Question:Circle A has a diameter of 6 centimeters.Circle B has an area of 81pi square centimeters.What is the sum of...

1. TRANSLATE the given information

• Given information:
  • Circle A has \(\mathrm{diameter = 6\,cm}\)
  • Circle B has \(\mathrm{area = 81\pi\,cm^2}\)
  • Need to find: sum of both circumferences

• What this tells us: We have different types of information for each circle, so we'll need different approaches to find each radius.

2. INFER the solution strategy

• Key insight: To find circumference \(\mathrm{(C = 2\pi r)}\), we need the radius of each circle
• For Circle A: We can convert diameter directly to radius
• For Circle B: We need to work backwards from area to find radius first
• Then calculate both circumferences and add them

3. Find Circle A's circumference

• TRANSLATE: Diameter = 6 cm means \(\mathrm{radius = 6/2 = 3\,cm}\)
• SIMPLIFY: \(\mathrm{Circumference = 2\pi r = 2\pi(3) = 6\pi\,cm}\)

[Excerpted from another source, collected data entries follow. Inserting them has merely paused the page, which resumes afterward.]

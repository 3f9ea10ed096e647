import { randomDraws } from "kinetics-core/random";
import {
  labelOf,
  nineRecipes as recipes,
  nineRuns as scenario,
  simulateRuns,
} from "kinetics-core/simulation";
import { describe, expect, it } from "vitest";
import { fitRateLaw } from "./fit-rate-law";
import type { RateLawFit, RateLawInput } from "./rate-law";

const study = simulateRuns(scenario, randomDraws(8).normal);

function law(input: RateLawInput): RateLawFit {
  const result = fitRateLaw(input);
  if (result.status !== "fitted") throw new Error(`expected a law, got ${result.status}: ${result.message}`);
  return result;
}

describe("the parts of a report", () => {
  const fit = law(study);

  it("a held order is reported as held, without an uncertainty, with zeros in the covariance", () => {
    const held = law({ ...study, orders: { B: 2 } });
    expect(held.orders.B).toEqual({ estimate: 2, standardError: null, interval: null, level: 0.95 });
    expect(held.covariance?.map((row) => row[2])).toEqual([0, 0, 0]);
    expect(held.degreesOfFreedom).toBe(7);
    expect(held.simpleOrders.orders.B).toBe(2);
  });

  it("the centre is the geometric mean of the recipes, and k, orders and the rate there belong together", () => {
    const a = fit.centre.concentrations.A ?? 0;
    const b = fit.centre.concentrations.B ?? 0;
    const product = recipes.reduce((sum, row) => sum + Math.log(row[0]), 0) / recipes.length;
    expect(a).toBeCloseTo(Math.exp(product), 12);
    const predicted =
      (fit.rateConstant.estimate ?? 0) *
      a ** (fit.orders.A?.estimate ?? 0) *
      b ** (fit.orders.B?.estimate ?? 0);
    expect(predicted / (fit.centre.rate.estimate ?? 1)).toBeCloseTo(1, 10);
    const [kk, , kb] = fit.covariance?.[0] ?? [];
    expect(kk).toBeGreaterThan(0);
    // ln k at 1 mol/L lies above all runs: a larger order means a larger k.
    expect(kb).toBeGreaterThan(0);
  });

  it("the weighted slope of every added-variable plot is the order", () => {
    for (const plot of fit.addedVariables) {
      const sums = plot.points.reduce(
        ({ xy, xx }, point, j) => {
          const weight = fit.residuals[j]?.weight ?? 0;
          return { xy: xy + weight * (point.x ?? 0) * (point.y ?? 0), xx: xx + weight * (point.x ?? 0) ** 2 };
        },
        { xy: 0, xx: 0 },
      );
      expect(sums.xy / sums.xx).toBeCloseTo(fit.orders[plot.species]?.estimate ?? Number.NaN, 10);
      expect(plot.slope).toBe(fit.orders[plot.species]?.estimate);
    }
    const [first] = fit.addedVariables[0]?.points ?? [];
    const b = fit.centre.concentrations.B ?? 1;
    const moved = (study.runs[0]?.rate ?? 0) * (b / 0.02) ** (fit.orders.B?.estimate ?? 0);
    expect((first?.rateAtCentre ?? 0) / moved).toBeCloseTo(1, 12);
  });

  it("pairs are runs that differ in one concentration only, with the ratio's order and its propagated error", () => {
    const pair = fit.pairs.find((one) => one.runs[0] === "R01" && one.runs[1] === "R02");
    const [one, two] = study.runs;
    const order = Math.log((two?.rate ?? 1) / (one?.rate ?? 1)) / Math.log(2);
    expect(pair?.species).toBe("A");
    expect(pair?.order.estimate).toBeCloseTo(order, 12);
    const relative = [one, two].map((run) => (run?.rateStandardError ?? 0) / (run?.rate ?? 1));
    const b = fit.orders.B?.estimate ?? 0;
    const variance = relative.reduce((sum, u) => sum + u ** 2, 0) + 2 * 0.004 ** 2 * (order ** 2 + b ** 2);
    expect(pair?.order.standardError).toBeCloseTo(Math.sqrt(variance) / Math.log(2), 9);
    expect(fit.pairs.some((one_) => one_.runs.includes("R09"))).toBe(false);
    expect(fit.pairs.filter((one_) => one_.species === "A")).toHaveLength(9);
  });

  it("pairs of runs without stated errors have no made-up uncertainty", () => {
    const bare = law({
      ...study,
      runs: study.runs.map(({ label, concentrations, rate }) => ({ label, concentrations, rate })),
    });
    expect(bare.pairs[0]?.order).toMatchObject({ standardError: null, interval: null });
  });

  it("leaving a run out agrees with a fit without it where weights are equal", () => {
    const equal = {
      ...study,
      runs: study.runs.map(({ label, concentrations, rate }) => ({ label, concentrations, rate })),
    };
    const all = law(equal);
    const without = law({ ...equal, runs: equal.runs.filter((run) => run.label !== "R04") });
    const row = all.leaveOneOut.find((one) => one.label === "R04");
    expect(row?.orders.A).toBeCloseTo(without.orders.A?.estimate ?? Number.NaN, 11);
    expect((row?.rateConstant ?? 0) / (without.simpleOrders.rateConstant.estimate ?? 1)).toBeCloseTo(1, 11);
  });

  it("a run that departs is named, with the size of its departure", () => {
    const spoilt = law({
      ...study,
      runs: study.runs.map((run) => (run.label === "R06" ? { ...run, rate: 1.4 * run.rate } : run)),
    });
    const flag = spoilt.flags.find((one) => one.code === "influential-run");
    expect(flag?.message).toContain("R06");
    expect(flag?.severity).toBe("weakens");
    expect(fit.flags.some((one) => one.code === "influential-run")).toBe(false);
  });

  it("replicates that differ by more than their scatter allows are named", () => {
    const thrice = [...recipes, ...recipes, ...recipes];
    const large = simulateRuns(
      { ...scenario, recipes: thrice, rateErrors: thrice.map(() => 0.005) },
      randomDraws(12).normal,
    );
    const spoilt = law({
      ...large,
      runs: large.runs.map((run) => (run.label === "R14" ? { ...run, rate: 1.4 * run.rate } : run)),
    });
    const messages = spoilt.flags
      .filter((one) => one.code === "replicates-disagree")
      .map((one) => one.message);
    expect(messages).toHaveLength(1);
    expect(messages[0]).toContain("R14");
    expect(law(large).flags.some((one) => one.code === "replicates-disagree")).toBe(false);
  });

  it("replicates test the law's fit, with the freedom that they have", () => {
    expect(fit.lackOfFit?.degreesOfFreedom).toEqual([5, 1]);
    expect(fit.lackOfFit?.pValue).toBeGreaterThan(0.01);
  });

  it("rates entered twice are no replicates", () => {
    const levels = [0.01, 0.01, 0.03, 0.03, 0.1, 0.1, 0.3, 0.3];
    const twice = law({
      species: ["S"],
      runs: levels.map((c, j) => ({
        label: labelOf(j),
        concentrations: { S: c },
        rate: c * (1 + 0.02 * Math.cos(Math.floor(j / 2))),
      })),
    });
    expect(twice.lackOfFit).toBeNull();
  });

  it("a curved law is caught by replicates", () => {
    const levels = [0.01, 0.01, 0.03, 0.03, 0.1, 0.1, 0.3, 0.3];
    const saturating = law({
      species: ["S"],
      runs: levels.map((c, j) => ({
        label: labelOf(j),
        concentrations: { S: c },
        rate: (c / (0.05 + c)) * (1 + 0.01 * (j % 2 === 0 ? 1 : -1)),
      })),
    });
    expect(saturating.lackOfFit?.pValue).toBeLessThan(1e-4);
    expect(saturating.flags.some((one) => one.code === "lack-of-fit")).toBe(true);
  });
});

describe("re-readings and blocks", () => {
  it("readings of one mixture count as one run", () => {
    const [first] = study.runs;
    if (first === undefined) throw new Error("the study has runs");
    const readings = [1.02, 0.98, 1].map((factor, i) => ({
      ...first,
      label: `R01${"abc"[i]}`,
      rate: first.rate * factor,
      mixture: "M1",
    }));
    const fit = law({ ...study, runs: [...readings, ...study.runs.slice(1)] });
    const plain = law(study);
    expect(fit.degreesOfFreedom).toBe(plain.degreesOfFreedom);
    expect(fit.residuals[0]?.readings).toEqual(["R01a", "R01b", "R01c"]);
    expect(fit.orders.A?.estimate).toBeCloseTo(plain.orders.A?.estimate ?? Number.NaN, 2);
  });

  it("readings of one mixture with different recipes are named and kept apart", () => {
    const fit = law({
      ...study,
      runs: study.runs.map((run, j) => (j < 2 ? { ...run, mixture: "M1" } : run)),
    });
    expect(fit.residuals).toHaveLength(study.runs.length);
    expect(fit.flags.find((flag) => flag.code === "mixture-differs")?.message).toContain("R01 and R02");
  });

  it("a difference between days widens k, not the orders that each day measured in full", () => {
    const days = [...recipes, ...recipes, ...recipes];
    const input = simulateRuns(
      {
        ...scenario,
        recipes: days,
        rateErrors: days.map(() => 0.005),
        blocks: days.map((_, j) => `day ${Math.floor(j / recipes.length) + 1}`),
        blockScatter: 0.15,
      },
      randomDraws(5).normal,
    );
    const blocked = law(input);
    const ignored = law({ ...input, runs: input.runs.map(({ block: _, ...run }) => run) });
    expect(blocked.betweenBlockStandardDeviation).toBeGreaterThan(0.05);
    expect(blocked.orders.A?.standardError ?? 1).toBeLessThan(0.5 * (ignored.orders.A?.standardError ?? 0));
    expect(blocked.simpleOrders.budget.find((line) => line.source === "Blocks")?.relative).toBeGreaterThan(
      0.03,
    );
  });

  it("says so where blocks cannot be told from the orders", () => {
    const fit = law({ ...study, runs: study.runs.map((run) => ({ ...run, block: run.label })) });
    expect(fit.flags.some((flag) => flag.code === "blocks-not-separable")).toBe(true);
    expect(fit.betweenBlockStandardDeviation).toBeNull();
  });
});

4. Find Circle B's radius from its area

• TRANSLATE: "Area = 81π" means \(\mathrm{\pi r^2 = 81\pi}\)
• SIMPLIFY: Divide both sides by π: \(\mathrm{r^2 = 81}\)
• Take the square root: \(\mathrm{r = 9\,cm}\) (positive since radius must be positive)

5. Find Circle B's circumference

• SIMPLIFY: \(\mathrm{Circumference = 2\pi r = 2\pi(9) = 18\pi\,cm}\)

6. SIMPLIFY to find the final answer

• Sum = \(\mathrm{6\pi + 18\pi = 24\pi\,cm}\)

Answer: C (\(\mathrm{24\pi}\))

Why Students Usually Falter on This Problem

Most Common Error Path:

Weak INFER skill: Students don't recognize that they need to find radius first for both circles, or they get confused about having different given information for each circle.

They might try to use diameter directly in a circumference formula, or struggle with the backwards calculation from area to radius for Circle B. This leads to calculation errors and may cause them to select Choice A (\(\mathrm{6\pi}\)) if they only calculated Circle A's circumference, or get stuck and guess randomly.

Second Most Common Error:

Poor SIMPLIFY execution: Students make algebraic mistakes when solving \(\mathrm{\pi r^2 = 81\pi}\), perhaps getting \(\mathrm{r = 81}\) instead of \(\mathrm{r = 9}\), or they make arithmetic errors when calculating \(\mathrm{2\pi(9)}\).

These calculation errors lead to incorrect circumference values that don't match any of the answer choices, causing confusion and potentially random selection of Choice B (\(\mathrm{18\pi}\)) if they calculated only Circle B correctly.

The Bottom Line:

This problem tests whether students can adapt their approach based on different given information (diameter vs. area) and successfully execute multi-step calculations involving circle formulas. The key challenge is recognizing that circumference always requires radius, regardless of what information is initially provided.